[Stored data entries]
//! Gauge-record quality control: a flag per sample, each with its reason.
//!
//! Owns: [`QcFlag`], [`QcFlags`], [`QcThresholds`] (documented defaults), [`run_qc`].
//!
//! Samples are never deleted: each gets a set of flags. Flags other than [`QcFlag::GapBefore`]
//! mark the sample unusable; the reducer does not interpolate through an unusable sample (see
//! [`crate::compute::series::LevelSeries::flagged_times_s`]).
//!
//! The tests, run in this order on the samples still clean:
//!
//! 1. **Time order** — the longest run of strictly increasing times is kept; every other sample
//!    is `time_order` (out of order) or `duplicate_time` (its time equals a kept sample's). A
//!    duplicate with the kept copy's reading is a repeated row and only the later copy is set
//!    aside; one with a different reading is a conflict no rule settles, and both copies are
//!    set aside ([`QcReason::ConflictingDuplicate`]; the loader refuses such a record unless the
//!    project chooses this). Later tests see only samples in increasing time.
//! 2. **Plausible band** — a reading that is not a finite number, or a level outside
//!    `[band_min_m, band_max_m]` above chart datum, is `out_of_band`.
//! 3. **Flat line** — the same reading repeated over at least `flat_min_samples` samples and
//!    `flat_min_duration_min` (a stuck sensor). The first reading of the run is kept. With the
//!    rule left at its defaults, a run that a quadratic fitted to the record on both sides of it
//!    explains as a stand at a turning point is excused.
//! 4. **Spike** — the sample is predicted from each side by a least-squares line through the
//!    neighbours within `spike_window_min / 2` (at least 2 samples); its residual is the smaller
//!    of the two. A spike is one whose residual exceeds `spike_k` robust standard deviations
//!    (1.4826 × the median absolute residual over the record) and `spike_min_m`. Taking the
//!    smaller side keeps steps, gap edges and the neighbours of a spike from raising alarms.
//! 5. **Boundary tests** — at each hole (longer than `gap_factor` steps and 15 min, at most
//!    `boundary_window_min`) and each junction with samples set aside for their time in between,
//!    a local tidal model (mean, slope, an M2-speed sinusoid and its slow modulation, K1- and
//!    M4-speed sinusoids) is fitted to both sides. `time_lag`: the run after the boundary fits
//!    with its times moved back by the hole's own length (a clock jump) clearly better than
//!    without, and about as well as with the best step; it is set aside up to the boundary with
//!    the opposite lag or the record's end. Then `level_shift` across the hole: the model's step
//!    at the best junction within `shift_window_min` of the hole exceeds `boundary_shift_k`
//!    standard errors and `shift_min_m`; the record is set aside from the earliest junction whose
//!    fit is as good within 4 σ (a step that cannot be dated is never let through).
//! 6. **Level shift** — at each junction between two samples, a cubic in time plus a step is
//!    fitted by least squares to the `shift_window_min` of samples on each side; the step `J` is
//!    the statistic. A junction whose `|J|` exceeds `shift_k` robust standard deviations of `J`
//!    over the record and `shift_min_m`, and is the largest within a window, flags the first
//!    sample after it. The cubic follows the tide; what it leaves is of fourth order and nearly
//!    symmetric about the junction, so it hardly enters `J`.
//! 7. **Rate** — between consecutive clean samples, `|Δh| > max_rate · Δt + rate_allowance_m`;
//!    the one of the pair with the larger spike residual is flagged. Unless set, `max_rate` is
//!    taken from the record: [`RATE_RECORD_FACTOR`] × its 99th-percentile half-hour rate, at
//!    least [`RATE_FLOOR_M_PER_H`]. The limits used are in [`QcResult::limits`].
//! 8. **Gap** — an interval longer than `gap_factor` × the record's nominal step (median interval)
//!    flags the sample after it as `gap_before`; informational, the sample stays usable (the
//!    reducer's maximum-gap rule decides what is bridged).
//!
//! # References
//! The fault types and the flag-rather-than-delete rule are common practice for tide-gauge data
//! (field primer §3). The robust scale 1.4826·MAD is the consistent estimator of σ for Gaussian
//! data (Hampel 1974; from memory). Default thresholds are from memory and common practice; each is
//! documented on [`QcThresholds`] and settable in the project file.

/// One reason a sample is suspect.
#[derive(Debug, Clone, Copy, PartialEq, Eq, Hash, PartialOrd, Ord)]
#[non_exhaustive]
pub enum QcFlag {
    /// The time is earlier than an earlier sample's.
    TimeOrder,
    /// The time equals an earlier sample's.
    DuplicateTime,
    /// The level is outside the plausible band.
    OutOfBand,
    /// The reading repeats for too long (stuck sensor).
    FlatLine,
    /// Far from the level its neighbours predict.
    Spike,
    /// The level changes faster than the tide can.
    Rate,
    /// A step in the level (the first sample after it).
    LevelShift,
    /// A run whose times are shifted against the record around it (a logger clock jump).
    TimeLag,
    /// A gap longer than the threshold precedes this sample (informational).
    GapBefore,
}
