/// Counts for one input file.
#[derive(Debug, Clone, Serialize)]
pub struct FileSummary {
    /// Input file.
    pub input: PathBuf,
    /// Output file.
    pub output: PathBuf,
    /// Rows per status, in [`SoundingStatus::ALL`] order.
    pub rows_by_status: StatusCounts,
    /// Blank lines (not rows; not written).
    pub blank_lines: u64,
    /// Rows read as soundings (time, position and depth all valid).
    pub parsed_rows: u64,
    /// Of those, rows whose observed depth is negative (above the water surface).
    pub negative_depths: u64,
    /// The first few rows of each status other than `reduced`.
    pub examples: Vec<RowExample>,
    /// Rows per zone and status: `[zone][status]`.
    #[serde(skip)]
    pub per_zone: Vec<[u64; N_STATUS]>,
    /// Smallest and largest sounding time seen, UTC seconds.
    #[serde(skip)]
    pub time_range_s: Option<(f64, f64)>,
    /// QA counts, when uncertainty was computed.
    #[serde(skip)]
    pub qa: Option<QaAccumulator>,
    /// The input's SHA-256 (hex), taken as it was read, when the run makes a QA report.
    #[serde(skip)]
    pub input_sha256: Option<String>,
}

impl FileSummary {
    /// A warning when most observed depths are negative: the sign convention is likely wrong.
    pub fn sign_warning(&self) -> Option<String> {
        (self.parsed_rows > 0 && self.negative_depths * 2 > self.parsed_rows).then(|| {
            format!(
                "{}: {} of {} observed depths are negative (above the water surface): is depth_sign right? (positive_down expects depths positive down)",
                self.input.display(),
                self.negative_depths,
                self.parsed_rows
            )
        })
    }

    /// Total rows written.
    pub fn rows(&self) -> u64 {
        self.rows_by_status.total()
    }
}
---
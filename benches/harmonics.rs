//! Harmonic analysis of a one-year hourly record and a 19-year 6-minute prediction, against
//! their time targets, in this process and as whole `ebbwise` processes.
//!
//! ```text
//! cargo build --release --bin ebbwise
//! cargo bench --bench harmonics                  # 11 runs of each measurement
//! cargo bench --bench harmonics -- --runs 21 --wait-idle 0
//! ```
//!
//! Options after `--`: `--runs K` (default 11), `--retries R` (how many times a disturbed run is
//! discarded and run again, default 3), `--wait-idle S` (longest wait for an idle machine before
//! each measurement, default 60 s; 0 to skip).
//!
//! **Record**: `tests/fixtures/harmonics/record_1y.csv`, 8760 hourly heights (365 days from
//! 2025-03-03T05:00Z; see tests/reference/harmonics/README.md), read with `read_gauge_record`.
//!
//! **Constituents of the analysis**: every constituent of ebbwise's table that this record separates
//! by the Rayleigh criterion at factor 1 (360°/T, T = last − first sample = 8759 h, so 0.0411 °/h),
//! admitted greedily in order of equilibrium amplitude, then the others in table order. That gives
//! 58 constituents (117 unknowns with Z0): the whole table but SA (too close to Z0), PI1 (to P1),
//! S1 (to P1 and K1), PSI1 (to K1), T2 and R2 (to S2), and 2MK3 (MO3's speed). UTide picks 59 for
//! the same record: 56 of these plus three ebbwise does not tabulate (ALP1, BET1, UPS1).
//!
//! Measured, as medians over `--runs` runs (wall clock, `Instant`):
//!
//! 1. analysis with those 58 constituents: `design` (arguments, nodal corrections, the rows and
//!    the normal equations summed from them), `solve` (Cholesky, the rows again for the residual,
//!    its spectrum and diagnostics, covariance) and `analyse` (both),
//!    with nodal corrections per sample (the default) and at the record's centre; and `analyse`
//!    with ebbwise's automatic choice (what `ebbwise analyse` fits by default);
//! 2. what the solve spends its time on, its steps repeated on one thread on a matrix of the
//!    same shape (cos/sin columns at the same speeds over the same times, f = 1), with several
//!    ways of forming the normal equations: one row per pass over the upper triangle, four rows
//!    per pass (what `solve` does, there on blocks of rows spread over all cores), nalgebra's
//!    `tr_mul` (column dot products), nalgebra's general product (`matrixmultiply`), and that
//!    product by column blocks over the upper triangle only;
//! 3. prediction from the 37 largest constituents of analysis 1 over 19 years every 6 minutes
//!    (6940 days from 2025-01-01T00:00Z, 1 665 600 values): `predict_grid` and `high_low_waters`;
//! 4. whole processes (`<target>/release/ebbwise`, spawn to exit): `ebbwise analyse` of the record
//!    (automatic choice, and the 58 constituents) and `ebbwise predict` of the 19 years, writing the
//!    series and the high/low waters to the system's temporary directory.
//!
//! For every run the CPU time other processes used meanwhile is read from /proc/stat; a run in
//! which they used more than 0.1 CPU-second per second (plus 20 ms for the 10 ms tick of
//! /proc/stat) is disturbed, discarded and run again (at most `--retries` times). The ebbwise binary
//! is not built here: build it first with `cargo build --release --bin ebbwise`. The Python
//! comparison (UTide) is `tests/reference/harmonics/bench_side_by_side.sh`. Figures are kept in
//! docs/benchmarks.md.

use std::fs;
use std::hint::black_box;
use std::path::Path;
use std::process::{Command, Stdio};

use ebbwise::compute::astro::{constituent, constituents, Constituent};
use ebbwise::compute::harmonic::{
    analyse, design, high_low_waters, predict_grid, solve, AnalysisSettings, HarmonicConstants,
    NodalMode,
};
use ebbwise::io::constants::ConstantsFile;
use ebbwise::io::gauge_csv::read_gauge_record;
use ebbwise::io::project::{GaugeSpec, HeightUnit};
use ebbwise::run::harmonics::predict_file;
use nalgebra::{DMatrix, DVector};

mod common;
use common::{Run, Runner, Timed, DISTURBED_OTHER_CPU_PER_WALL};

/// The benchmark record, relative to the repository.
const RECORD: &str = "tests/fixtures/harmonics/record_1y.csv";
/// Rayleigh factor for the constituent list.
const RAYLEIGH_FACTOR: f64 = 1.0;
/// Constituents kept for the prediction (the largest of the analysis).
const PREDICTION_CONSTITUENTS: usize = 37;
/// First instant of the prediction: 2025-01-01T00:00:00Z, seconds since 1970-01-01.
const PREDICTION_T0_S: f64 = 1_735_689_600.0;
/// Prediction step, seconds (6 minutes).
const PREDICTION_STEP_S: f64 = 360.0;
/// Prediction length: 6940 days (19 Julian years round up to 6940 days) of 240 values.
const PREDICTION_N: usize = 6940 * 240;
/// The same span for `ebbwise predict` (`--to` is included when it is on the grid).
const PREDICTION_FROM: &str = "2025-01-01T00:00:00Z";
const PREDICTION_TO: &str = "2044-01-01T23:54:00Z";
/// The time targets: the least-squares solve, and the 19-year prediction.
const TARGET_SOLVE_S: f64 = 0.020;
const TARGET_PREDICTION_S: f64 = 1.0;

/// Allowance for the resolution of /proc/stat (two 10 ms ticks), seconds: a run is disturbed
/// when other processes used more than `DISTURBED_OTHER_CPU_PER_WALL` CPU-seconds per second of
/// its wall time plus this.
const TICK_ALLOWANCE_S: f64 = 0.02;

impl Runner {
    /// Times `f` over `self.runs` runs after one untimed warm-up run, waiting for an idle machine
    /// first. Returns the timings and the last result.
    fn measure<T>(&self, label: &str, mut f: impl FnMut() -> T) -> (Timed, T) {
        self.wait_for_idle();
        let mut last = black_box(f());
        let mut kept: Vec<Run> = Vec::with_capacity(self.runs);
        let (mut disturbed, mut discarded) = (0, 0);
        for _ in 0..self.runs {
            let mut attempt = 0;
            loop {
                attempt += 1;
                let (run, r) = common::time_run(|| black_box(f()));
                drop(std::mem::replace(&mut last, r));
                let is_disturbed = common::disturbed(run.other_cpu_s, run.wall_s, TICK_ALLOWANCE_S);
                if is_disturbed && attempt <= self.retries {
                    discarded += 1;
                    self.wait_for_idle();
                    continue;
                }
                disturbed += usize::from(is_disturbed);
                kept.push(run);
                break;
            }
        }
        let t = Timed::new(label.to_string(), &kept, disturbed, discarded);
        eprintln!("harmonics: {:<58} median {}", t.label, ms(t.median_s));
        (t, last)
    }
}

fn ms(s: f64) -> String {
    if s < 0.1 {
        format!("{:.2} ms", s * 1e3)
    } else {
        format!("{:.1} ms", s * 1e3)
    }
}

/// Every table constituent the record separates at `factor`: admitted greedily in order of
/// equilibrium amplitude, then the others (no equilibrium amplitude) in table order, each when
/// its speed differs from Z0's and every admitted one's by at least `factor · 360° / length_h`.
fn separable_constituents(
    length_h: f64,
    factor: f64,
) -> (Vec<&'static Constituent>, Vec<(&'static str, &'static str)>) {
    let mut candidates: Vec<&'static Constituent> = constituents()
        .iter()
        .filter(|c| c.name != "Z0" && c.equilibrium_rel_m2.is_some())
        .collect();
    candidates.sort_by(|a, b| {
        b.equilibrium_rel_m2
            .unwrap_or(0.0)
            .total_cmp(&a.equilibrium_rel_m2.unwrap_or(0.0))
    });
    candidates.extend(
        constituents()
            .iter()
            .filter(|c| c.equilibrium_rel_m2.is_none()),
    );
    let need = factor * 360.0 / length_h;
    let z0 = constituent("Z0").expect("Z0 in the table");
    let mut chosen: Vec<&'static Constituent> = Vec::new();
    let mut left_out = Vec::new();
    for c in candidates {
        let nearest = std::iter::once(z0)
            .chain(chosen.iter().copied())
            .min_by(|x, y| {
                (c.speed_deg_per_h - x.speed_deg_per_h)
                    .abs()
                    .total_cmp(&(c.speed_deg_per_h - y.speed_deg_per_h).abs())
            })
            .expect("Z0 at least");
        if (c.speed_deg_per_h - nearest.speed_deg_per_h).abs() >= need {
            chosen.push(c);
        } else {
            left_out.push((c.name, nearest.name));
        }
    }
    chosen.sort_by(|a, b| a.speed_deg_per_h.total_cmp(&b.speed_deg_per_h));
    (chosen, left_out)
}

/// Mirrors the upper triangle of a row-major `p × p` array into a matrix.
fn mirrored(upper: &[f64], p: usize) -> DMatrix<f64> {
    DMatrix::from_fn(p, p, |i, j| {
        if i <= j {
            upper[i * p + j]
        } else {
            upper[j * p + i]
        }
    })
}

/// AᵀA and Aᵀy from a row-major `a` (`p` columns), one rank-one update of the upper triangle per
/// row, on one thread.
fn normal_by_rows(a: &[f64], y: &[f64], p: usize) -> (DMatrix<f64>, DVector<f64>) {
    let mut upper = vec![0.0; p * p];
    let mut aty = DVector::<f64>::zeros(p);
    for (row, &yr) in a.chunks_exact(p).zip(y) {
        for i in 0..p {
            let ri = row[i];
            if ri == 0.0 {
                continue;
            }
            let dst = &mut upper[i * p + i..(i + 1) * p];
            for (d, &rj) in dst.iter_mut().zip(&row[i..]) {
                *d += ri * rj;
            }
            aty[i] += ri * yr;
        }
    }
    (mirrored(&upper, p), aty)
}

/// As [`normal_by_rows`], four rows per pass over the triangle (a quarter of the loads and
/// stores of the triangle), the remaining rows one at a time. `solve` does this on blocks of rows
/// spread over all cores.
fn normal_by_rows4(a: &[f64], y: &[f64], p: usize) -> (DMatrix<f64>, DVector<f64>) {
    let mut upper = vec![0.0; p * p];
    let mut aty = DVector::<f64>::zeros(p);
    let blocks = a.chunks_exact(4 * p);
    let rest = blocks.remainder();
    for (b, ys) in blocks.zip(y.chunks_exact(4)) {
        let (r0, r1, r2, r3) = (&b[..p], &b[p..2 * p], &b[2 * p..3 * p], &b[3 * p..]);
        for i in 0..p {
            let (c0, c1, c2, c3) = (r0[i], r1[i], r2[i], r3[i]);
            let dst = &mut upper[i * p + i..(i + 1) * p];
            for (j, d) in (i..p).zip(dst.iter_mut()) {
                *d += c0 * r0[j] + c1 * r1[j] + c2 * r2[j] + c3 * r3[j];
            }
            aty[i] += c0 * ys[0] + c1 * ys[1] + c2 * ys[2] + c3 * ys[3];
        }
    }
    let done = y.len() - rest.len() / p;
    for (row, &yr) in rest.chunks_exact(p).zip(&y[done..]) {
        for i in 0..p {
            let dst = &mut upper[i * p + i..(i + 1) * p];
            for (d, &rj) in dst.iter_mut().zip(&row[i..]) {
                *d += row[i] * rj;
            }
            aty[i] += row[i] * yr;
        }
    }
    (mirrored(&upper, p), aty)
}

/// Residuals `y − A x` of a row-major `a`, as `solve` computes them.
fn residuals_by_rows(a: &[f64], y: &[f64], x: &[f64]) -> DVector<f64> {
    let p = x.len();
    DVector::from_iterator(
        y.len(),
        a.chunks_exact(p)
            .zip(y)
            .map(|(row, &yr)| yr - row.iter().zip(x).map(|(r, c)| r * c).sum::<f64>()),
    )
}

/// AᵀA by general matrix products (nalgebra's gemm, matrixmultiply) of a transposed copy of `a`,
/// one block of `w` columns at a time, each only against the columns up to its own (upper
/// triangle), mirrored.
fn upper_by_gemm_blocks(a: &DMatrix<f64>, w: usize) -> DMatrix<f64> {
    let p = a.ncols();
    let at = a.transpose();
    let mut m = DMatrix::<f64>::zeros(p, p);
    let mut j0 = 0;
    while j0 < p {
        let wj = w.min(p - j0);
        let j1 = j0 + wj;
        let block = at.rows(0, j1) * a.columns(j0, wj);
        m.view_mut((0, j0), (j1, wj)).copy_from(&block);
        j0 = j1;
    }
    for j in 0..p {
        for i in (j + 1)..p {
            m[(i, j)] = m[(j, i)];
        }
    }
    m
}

| Task instructions |
Make a copy of each line in the records that has the word "deviations".

| Solution for this problem |
//!    of the two. A spike is one whose residual exceeds `spike_k` robust standard deviations
//!    the statistic. A junction whose `|J|` exceeds `shift_k` robust standard deviations of `J`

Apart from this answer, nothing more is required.